[Exercise instructions]
When a line in the records contains the string "pairs", copy that line.

━━━ Input for this task

package inverse

import (
	"fmt"
	"math"
	"slices"
	"strings"

	"gonum.org/v1/gonum/floats"
	"gonum.org/v1/gonum/mat"
)

// Noise correlated from reading to reading along a traverse (a fluxgate's
// slow drift, a hand-held sensor's tilt wander, a passing vehicle, mains
// hum aliased into a slow DC log) carries less information than as many
// independent readings: a fit's covariance taken under independence is
// then too small, and its chi-square does not show it (the marginal noise
// is what the fit expects). A DC line fit therefore measures the lag-1
// autocorrelation of its residuals along the readings (ResidualAR1, in
// the order of the Problem's points, which is the order they were taken
// along the traverse; within each traverse, traverseStarts) and, when it is
// significant, takes its covariance from a sandwich on the full Jacobian
// with the residuals' correlation (serialSandwich), each parameter widened
// by how its own signature weighs that correlation. The count's choice
// (serialCount) still counts the readings with the AR(1) variance factor
// AR1Factor.

// AR1Factor is the factor by which residuals with lag-1 autocorrelation rho
// inflate the variance of a fitted parameter against white residuals of the
// same variance, (1 + rho) / (1 - rho): the effective number of readings of
// an AR(1) series is n (1 - rho) / (1 + rho) (Bartlett 1946; e.g. Box,
// Jenkins & Reinsel, Time Series Analysis, on the variance of the mean of
// an autocorrelated series; from memory). 1 for rho <= 0, and at most 100
// (rho near 1: the residuals are one slow swell and the factor would say
// nothing more).
func AR1Factor(rho float64) float64 {
	if !(rho > 0) {
		return 1
	}
	return math.Min((1+rho)/(1-rho), 100)
}

// AR1MaxRho is the largest lag-1 autocorrelation AR1Factor takes:
// (1 + rho)/(1 - rho) = 100.
const AR1MaxRho = 99.0 / 101

// ResidualAR1 returns the lag-1 autocorrelation of r's residuals in reading
// order (the order of the traverse), pooled over the axes and, for AC, the
// in-phase and quadrature parts; 0 when there are too few (or r is nil).
func ResidualAR1(r *Result) float64 {
	if r == nil {
		return 0
	}
	if r.ResidualPhasors != nil {
		n := len(r.ResidualPhasors)
		flat := make([]float64, 6*n)
		for i, e := range r.ResidualPhasors {
			for a := range 3 {
				flat[6*i+2*a], flat[6*i+2*a+1] = real(e[a]), imag(e[a])
			}
		}
		rho, _ := lag1(flat, 6)
		return rho
	}
	flat := make([]float64, 3*len(r.Residuals))
	for i, e := range r.Residuals {
		copy(flat[3*i:3*i+3], e[:])
	}
	rho, _ := lag1(flat, 3)
	return rho
}

// lag1 returns the lag-1 autocorrelation of the series interleaved in res
// (stride of them, reading i of series s at res[i*stride+s]), pooled over
// the series (sum of lagged products over the sum of squares; the residuals
// of a fit with a background have mean near zero), and the number of
// lagged pairs pooled.
func lag1(res []float64, stride int) (rho float64, pairs int) {
	var num, den float64
	for i, v := range res {
		den += v * v
		if i >= stride {
			num += v * res[i-stride]
			pairs++
		}
	}
	if !(den > 0) {
		return 0, pairs
	}
	return num / den, pairs
}

// serialFactor returns the lag-1 autocorrelation of a DC fit's residuals
// res (3 axes interleaved per reading, dof degrees of freedom) and the
// variance factor its covariance takes for it: AR1Factor(rho) when rho
// exceeds twice its standard error under white noise, 2/sqrt(pairs) (the
// large-sample standard error of the lag-1 autocorrelation of white noise
// is 1/sqrt(n); Bartlett 1946, from memory), else 1. Under white noise the
// factor is 1 in about 98 fits of 100. With the noise given
// (Problem.Sigma) the correlation is taken as the noise's only beyond what
// the residuals' excess over that noise (a misfit: an object beside a
// cable) could hold, and in the share of that noise's variance the
// residuals show (the residuals of a noise-free simulation are rounding,
// often smooth, and say nothing of the noise).
//
// A fit that misses the readings by more than serialMaxOverFloor times
// their noise floor (noiseFloor, from fourth differences) is not widened:
// its residuals are the model's error (an object fitted by lines, the
// sharp turn of a bend), which the poor-fit yardstick and the route's
// strain allowance count, and whose near-total correlation would widen
// every sigma tenfold and hide the misfit's cause behind it.
func (f *fitter) serialFactor(c *candidate, res []float64, dof int) (rho, factor float64) {
	rho, pairs := lag1Within(res, 3, traverseStarts(f.sv.pts))
	if pairs < 8 || dof <= 0 || !(rho > 2/math.Sqrt(float64(pairs))) {
		return rho, 1
	}
	if f.overFloor(c.sp, sumSq(res)) > serialMaxOverFloor {
		return rho, 1
	}
	if s := f.prob.Sigma; s > 0 {
		// The noise given: of the residuals' lag-1 autocovariance
		// rho s_r^2, the misfit beyond that noise (s_r^2 - s^2, when
		// positive) may hold that much, and only the rest is taken as
		// the noise's: rho_n = (rho s_r^2 - max(0, s_r^2 - s^2)) / s^2.
		v := sumSq(res) / float64(dof)
		rho = (rho*v - math.Max(0, v-s*s)) / (s * s)
		if !(rho > 2/math.Sqrt(float64(pairs))) {
			return rho, 1
		}
	}
	return rho, AR1Factor(rho)
}
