// conductorField returns the fit's modelled field less its background:
// the conductors' field at each reading; nil without one.
func conductorField(r *inverse.Result, n int) [][3]float64 {
	if r == nil || len(r.Predicted) != n || len(r.Gradient) > 0 {
		return nil
	}
	out := make([][3]float64, n)
	for i, p := range r.Predicted {
		for k := range 3 {
			out[i][k] = p[k] - r.Background[k]
		}
	}
	return out
}

// regressTilt fits the residuals by the tilt columns and a uniform shift
// (the background's share), least squares; it returns θ, the residual
// sum of squares left and the normal matrix's inverse block for θ
// (multiply by σ² for the covariance); ok false when singular.
func regressTilt(res [][3]float64, cols [][3][3]float64) (theta [3]float64, rss float64, inv [3][3]float64, ok bool) {
	var a mat.SymDense
	a.ReuseAsSym(6)
	b := mat.NewVecDense(6, nil)
	row := make([]float64, 6)
	for i, d := range res {
		if !finite(d[0]) || !finite(d[1]) || !finite(d[2]) {
			continue
		}
		for ax := range 3 {
			for k := range 3 {
				row[k] = cols[i][k][ax]
				row[3+k] = 0
			}
			row[3+ax] = 1
			for p := range 6 {
				b.SetVec(p, b.AtVec(p)+row[p]*d[ax])
				for q := p; q < 6; q++ {
					a.SetSym(p, q, a.At(p, q)+row[p]*row[q])
				}
			}
		}
	}
	var ch mat.Cholesky
	if !ch.Factorize(&a) {
		return theta, 0, inv, false
	}
	var x mat.VecDense
	if err := ch.SolveVecTo(&x, b); err != nil {
		return theta, 0, inv, false
	}
	var ai mat.SymDense
	if err := ch.InverseTo(&ai); err != nil {
		return theta, 0, inv, false
	}
	for k := range 3 {
		theta[k] = x.AtVec(k)
		for l := range 3 {
			inv[k][l] = ai.At(k, l)
		}
	}
	for i, d := range res {
		if !finite(d[0]) || !finite(d[1]) || !finite(d[2]) {
			continue
		}
		for ax := range 3 {
			e := d[ax] - x.AtVec(3+ax)
			for k := range 3 {
				e -= theta[k] * cols[i][k][ax]
			}
			rss += e * e
		}
	}
	return theta, rss, inv, true
}
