func (r *csvReader) Next() bool {
	if r.cur != nil {
		r.cur.Release()
		r.cur = nil
	}
	if r.err != nil || r.stopped {
		return false
	}
	for {
		ch, ok := <-r.pending
		if !ok {
			r.ended = true
			r.pl.finishGroups()
			r.pl.finishNoFix()
			// split has ended (it closed pending): r.nulAt is settled.
			at := r.nulLine
			if r.nulAt > 0 && (at == 0 || r.nulAt < at) {
				at = r.nulAt
			}
			if r.cutWarn != "" {
				r.pl.warn("%s", r.cutWarn)
			}
			if at > 0 {
				r.pl.warn("%s:%d: lines of nothing but NUL bytes skipped, the first here: the unwritten end of a logger's preallocated file, or a damaged stretch of the file (rows may be missing there)", r.name, at)
			}
			return false
		}
		res := <-ch
		if res.badText > 0 && r.cpLine == 0 {
			// A file whose head is UTF-8 with a text value further on
			// that is not: that value is read as Windows-1252.
			r.cpLine = res.badText
			r.pl.warn("%s", cp1252Warning(r.name, r.cpLine))
		}
		if res.nulLine > 0 && r.nulLine == 0 {
			r.nulLine = res.nulLine
		}
		if res.noFix > 0 {
			r.pl.noteNoFix(res.noFix, res.noFixAt)
		}
		for _, n := range res.zoneNotes {
			r.pl.warn("%s", n)
		}
		if res.err != nil {
			r.err = res.err
			if r.pl.orderAll && res.firstLine > 0 && res.firstTime < r.last {
				// Rows before the bad one step back from the last chunk.
				r.err = r.backwardsErr(res.firstLine, res.firstTime, res.firstText, r.last, r.lastText, r.lastLine)
			}
			r.stop()
			return false
		}
		if res.rec == nil {
			continue
		}
		if r.pl.orderAll && res.firstTime < r.last {
			res.rec.Release()
			r.err = r.backwardsErr(res.firstLine, res.firstTime, res.firstText, r.last, r.lastText, r.lastLine)
			r.stop()
			return false
		}
		if r.pl.orderGroup {
			if i, prev, g := r.pl.groupBackwards(res.rec); i >= 0 {
				t := res.rec.Column(0).(*array.Float64).Value(i)
				res.rec.Release()
				r.err = lineErr(r.name, res.lines[i], r.pl.header[r.pl.src[cTime]], formatSeconds(t), "%s", groupBackwardsMsg(t, prev, g, !r.pl.timeUTC && (res.naiveLine > 0 || r.pl.naiveWarned)))
				r.stop()
				return false
			}
		}
		if r.pl.src[cGroup] >= 0 {
			r.pl.noteGroups(res.rows, res.noGroup, func() string { return fmt.Sprintf("%s:%d", r.name, res.noGroupAt) })
		}
		if !r.pl.timeChecked && res.firstTime == res.firstTime {
			r.pl.checkTimeUnit(res.firstTime, fmt.Sprintf("%s:%d", r.name, res.firstLine))
		}
		if res.naiveLine > 0 {
			r.pl.naiveTime(fmt.Sprintf("%s:%d", r.name, res.naiveLine), "times such as "+quoteText(res.naiveText), false)
		}
		if !r.pl.orderAll && !r.pl.noTime {
			r.pl.noteClockChange(res.rec.Column(0).(*array.Float64).Float64Values(), r.name)
		}
		if res.lastTime == res.lastTime {
			r.last = res.lastTime
			r.lastText, r.lastLine = res.lastText, res.lastLine
		}
		r.cur = res.rec
		return true
	}
}

// stop ends the goroutines and frees batches parsed ahead.
func (r *csvReader) stop() {
	if r.stopped {
		return
	}
	r.stopped = true
	close(r.done)
	r.wg.Wait()
	for ch := range r.pending {
		select {
		case res := <-ch:
			if res.rec != nil {
				res.rec.Release()
			}
		default:
		}
	}
	if r.closer != nil {
		r.closer.Close()
	}
}

func (r *csvReader) Release() {
	if r.cur != nil {
		r.cur.Release()
		r.cur = nil
	}
	if r.err == nil && !r.ended {
		r.err = releasedErr(r.name)
	}
	r.stop()
}
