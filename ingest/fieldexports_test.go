package ingest

import (
	"io"
	"math"
	"path/filepath"
	"strconv"
	"strings"
	"testing"

	"github.com/apache/arrow-go/v18/arrow"
	"github.com/apache/arrow-go/v18/arrow/array"
	"github.com/apache/arrow-go/v18/arrow/decimal128"
	"github.com/apache/arrow-go/v18/arrow/decimal256"
	"github.com/apache/arrow-go/v18/arrow/float16"
	"github.com/apache/arrow-go/v18/arrow/ipc"
	"github.com/apache/arrow-go/v18/arrow/memory"
	"github.com/apache/arrow-go/v18/parquet/pqarrow"
)

// Input files as other tools and field loggers write them: timestamps with
// and without zones, Arrow types chosen by other writers, spreadsheet
// exports.

// Unix times of the instants used below, from the POSIX definition of
// seconds since the Epoch (IEEE Std 1003.1, Base Definitions 4.16:
// tm_sec + tm_min*60 + tm_hour*3600 + tm_yday*86400 + (tm_year-70)*31536000
// + ((tm_year-69)/4)*86400 - ...): 2026-04-21T08:40:00Z is 1776760800 and
// 2026-03-01T10:00:00Z is 1772359200.
const (
	unix20260421T0840Z = 1776760800
	unix20260301T1000Z = 1772359200
)

// warningsWith returns the warnings that contain sub.
func warningsWith(ws []string, sub string) []string {
	var out []string
	for _, w := range ws {
		if strings.Contains(w, sub) {
			out = append(out, w)
		}
	}
	return out
}

// TestZonelessTimesWarned: an RFC 3339 time must carry its offset ("Z" or
// +hh:mm, RFC 3339 section 5.6); ISO 8601 calls a time without one local
// time, of a zone it does not state. A logger or spreadsheet that writes
// local wall-clock times without an offset would have them read as UTC,
// off by the zone's offset, and a base-station correction would pair each
// reading with the wrong base value, with no word. Such times are read as
// UTC, as before, with one warning per file naming the line and the text;
// times with an offset, a column labelled UTC ("Time (UTC)", the unit UTC)
// or a column named "utc" get none.
func TestZonelessTimesWarned(t *testing.T) {
	rows := func(times ...string) string {
		var b strings.Builder
		for i, tm := range times {
			b.WriteString(tm + "," + strconv.Itoa(i) + ",17600,-46900\n")
		}
		return b.String()
	}
	// The same two instants, 08:40:00.5Z and 08:40:01Z, written four ways.
	local := rows("2026-04-21T08:40:00.5", "2026-04-21 08:40:01")
	zulu := rows("2026-04-21T08:40:00.5Z", "2026-04-21T08:40:01Z")
	offset := rows("2026-04-21T09:40:00.5+01:00", "2026-04-21 09:40:01+01:00")
	utcWord := rows("2026-04-21 08:40:00.5 UTC", "2026-04-21 08:40:01 UTC")
	want := []float64{unix20260421T0840Z + 0.5, unix20260421T0840Z + 1}
	const naive = "give no UTC offset and are read as UTC"
	cases := []struct {
		name, text string
		opts       []Option
		warn       string // "" for none
	}{
		{"no offset", "# Harrow Fen substation, logger clock\ntime,bx,by,bz\n" + local, nil,
			`log.csv:3: column time: times such as "2026-04-21T08:40:00.5" ` + naive},
		{"Z", "time,bx,by,bz\n" + zulu, nil, ""},
		{"+01:00", "time,bx,by,bz\n" + offset, nil, ""},
		{"UTC suffix", "time,bx,by,bz\n" + utcWord, nil, ""},
		{"header says UTC", "Time (UTC),bx,by,bz\n" + local, nil, ""},
		{"header time_utc", "time_utc,bx,by,bz\n" + local, nil, ""},
		{"column named utc", "UTC,bx,by,bz\n" + local, nil, ""},
		{"unit UTC given", "time,bx,by,bz\n" + local, []Option{WithUnits("time=UTC")}, ""},
		{"mapped column", "stamp,bx,by,bz\n" + local, []Option{WithColumns("time=stamp")},
			`log.csv:2: column stamp: times such as "2026-04-21T08:40:00.5" ` + naive},
	}
	for _, tc := range cases {
		t.Run(tc.name, func(t *testing.T) {
			s, err := ReadSamples(writeFile(t, "log.csv", tc.text), append(tc.opts, WithAllocator(checked(t)))...)
			if err != nil {
				t.Fatal(err)
			}
			if !sameFloats(s.Time, want) {
				t.Errorf("times %v, want %v", s.Time, want)
			}
			got := warningsWith(s.Warnings, naive)
			switch {
			case tc.warn == "" && len(got) > 0:
				t.Errorf("warnings %q, want none about the zone", got)
			case tc.warn != "" && (len(got) != 1 || !strings.Contains(got[0], tc.warn) || !strings.Contains(got[0], "--unit time=UTC")):
				t.Errorf("warnings %q, want one containing %q and the way to say UTC", s.Warnings, tc.warn)
			}
		})
	}

	// One warning for a long file parsed in many chunks by several
	// workers, naming the first such time.
	var b strings.Builder
	b.WriteString("time,bx,by,bz\n")
	for i := 0; i < 5000; i++ {
		b.WriteString("2026-04-21T08:" + strconv.Itoa(40+i/3000) + ":" + strconv.Itoa(i%3000/100+10) + "." + strconv.Itoa(i%100/10) + ",1,2,3\n")
	}
	s, err := ReadSamples(writeFile(t, "long.csv", b.String()), withChunkBytes(4096), WithWorkers(4), WithTimeOrder(TimeAnyOrder))
	if err != nil {
		t.Fatal(err)
	}
	if got := warningsWith(s.Warnings, naive); len(got) != 1 || !strings.Contains(got[0], `long.csv:2: column time: times such as "2026-04-21T08:40:10.0"`) {
		t.Errorf("warnings %q, want one naming line 2", s.Warnings)
	}

	// Arrow: a timestamp type without a time zone is wall-clock time in an
	// unstated zone (Arrow columnar format, Schema.fbs, Timestamp); with a
	// zone its values count from the Unix epoch in UTC whatever the zone,
	// which only says how to show them.
	for _, tc := range []struct {
		tz   string
		warn bool
	}{{"", true}, {"UTC", false}, {"Europe/London", false}, {"+01:00", false}} {
		for _, ext := range []string{".arrows", ".parquet"} {
			sc := arrow.NewSchema([]arrow.Field{
				{Name: "time", Type: &arrow.TimestampType{Unit: arrow.Millisecond, TimeZone: tc.tz}},
				{Name: "bx", Type: arrow.PrimitiveTypes.Float64},
				{Name: "by", Type: arrow.PrimitiveTypes.Float64},
				{Name: "bz", Type: arrow.PrimitiveTypes.Float64},
			}, nil)
			p := writeArrowBatches(t, "ts"+ext, sc, func(b *array.RecordBuilder) {
				b.Field(0).(*array.TimestampBuilder).AppendValues([]arrow.Timestamp{unix20260421T0840Z*1000 + 500, unix20260421T0840Z*1000 + 1000}, nil)
				for k := 1; k < 4; k++ {
					b.Field(k).(*array.Float64Builder).AppendValues([]float64{1, 2}, nil)
				}
			})
			s, err := ReadSamples(p, WithAllocator(checked(t)))
			if err != nil {
				t.Fatal(err)
			}
			if !sameFloats(s.Time, want) {
				t.Errorf("zone %q %s: times %v, want %v", tc.tz, ext, s.Time, want)
			}
			got := warningsWith(s.Warnings, naive)
			if tc.warn != (len(got) == 1) || len(got) > 1 {
				t.Errorf("zone %q %s: warnings %q, want a zone warning: %v", tc.tz, ext, s.Warnings, tc.warn)
			}
			if tc.warn && len(got) == 1 && !strings.Contains(got[0], "ts"+ext+": column time: timestamps of type timestamp[ms] without a time zone "+naive) {
				t.Errorf("zone %q %s: warning %q", tc.tz, ext, got[0])
			}
		}
	}

	// Arrow text times: the batch and row of the first one without an
	// offset.
	p := writeTextTimeArrow(t, "text.arrows", []string{"2026-04-21T08:40:00.5Z", "2026-04-21T08:40:01"})
	s, err = ReadSamples(p, WithAllocator(checked(t)))
	if err != nil {
		t.Fatal(err)
	}
	if got := warningsWith(s.Warnings, naive); len(got) != 1 || !strings.Contains(got[0], `text.arrows: batch 0 row 1: column time: times such as "2026-04-21T08:40:01" `) {
		t.Errorf("warnings %q, want one naming batch 0 row 1", s.Warnings)
	}
	if !sameFloats(s.Time, want) {
		t.Errorf("times %v, want %v", s.Time, want)
	}
}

━━━━━━

[Result for this exercise]
// lagged pairs pooled.
func lag1(res []float64, stride int) (rho float64, pairs int) {
			pairs++
		return 0, pairs
	return num / den, pairs
// exceeds twice its standard error under white noise, 2/sqrt(pairs) (the
	rho, pairs := lag1Within(res, 3, traverseStarts(f.sv.pts))
	if pairs < 8 || dof <= 0 || !(rho > 2/math.Sqrt(float64(pairs))) {
		if !(rho > 2/math.Sqrt(float64(pairs))) {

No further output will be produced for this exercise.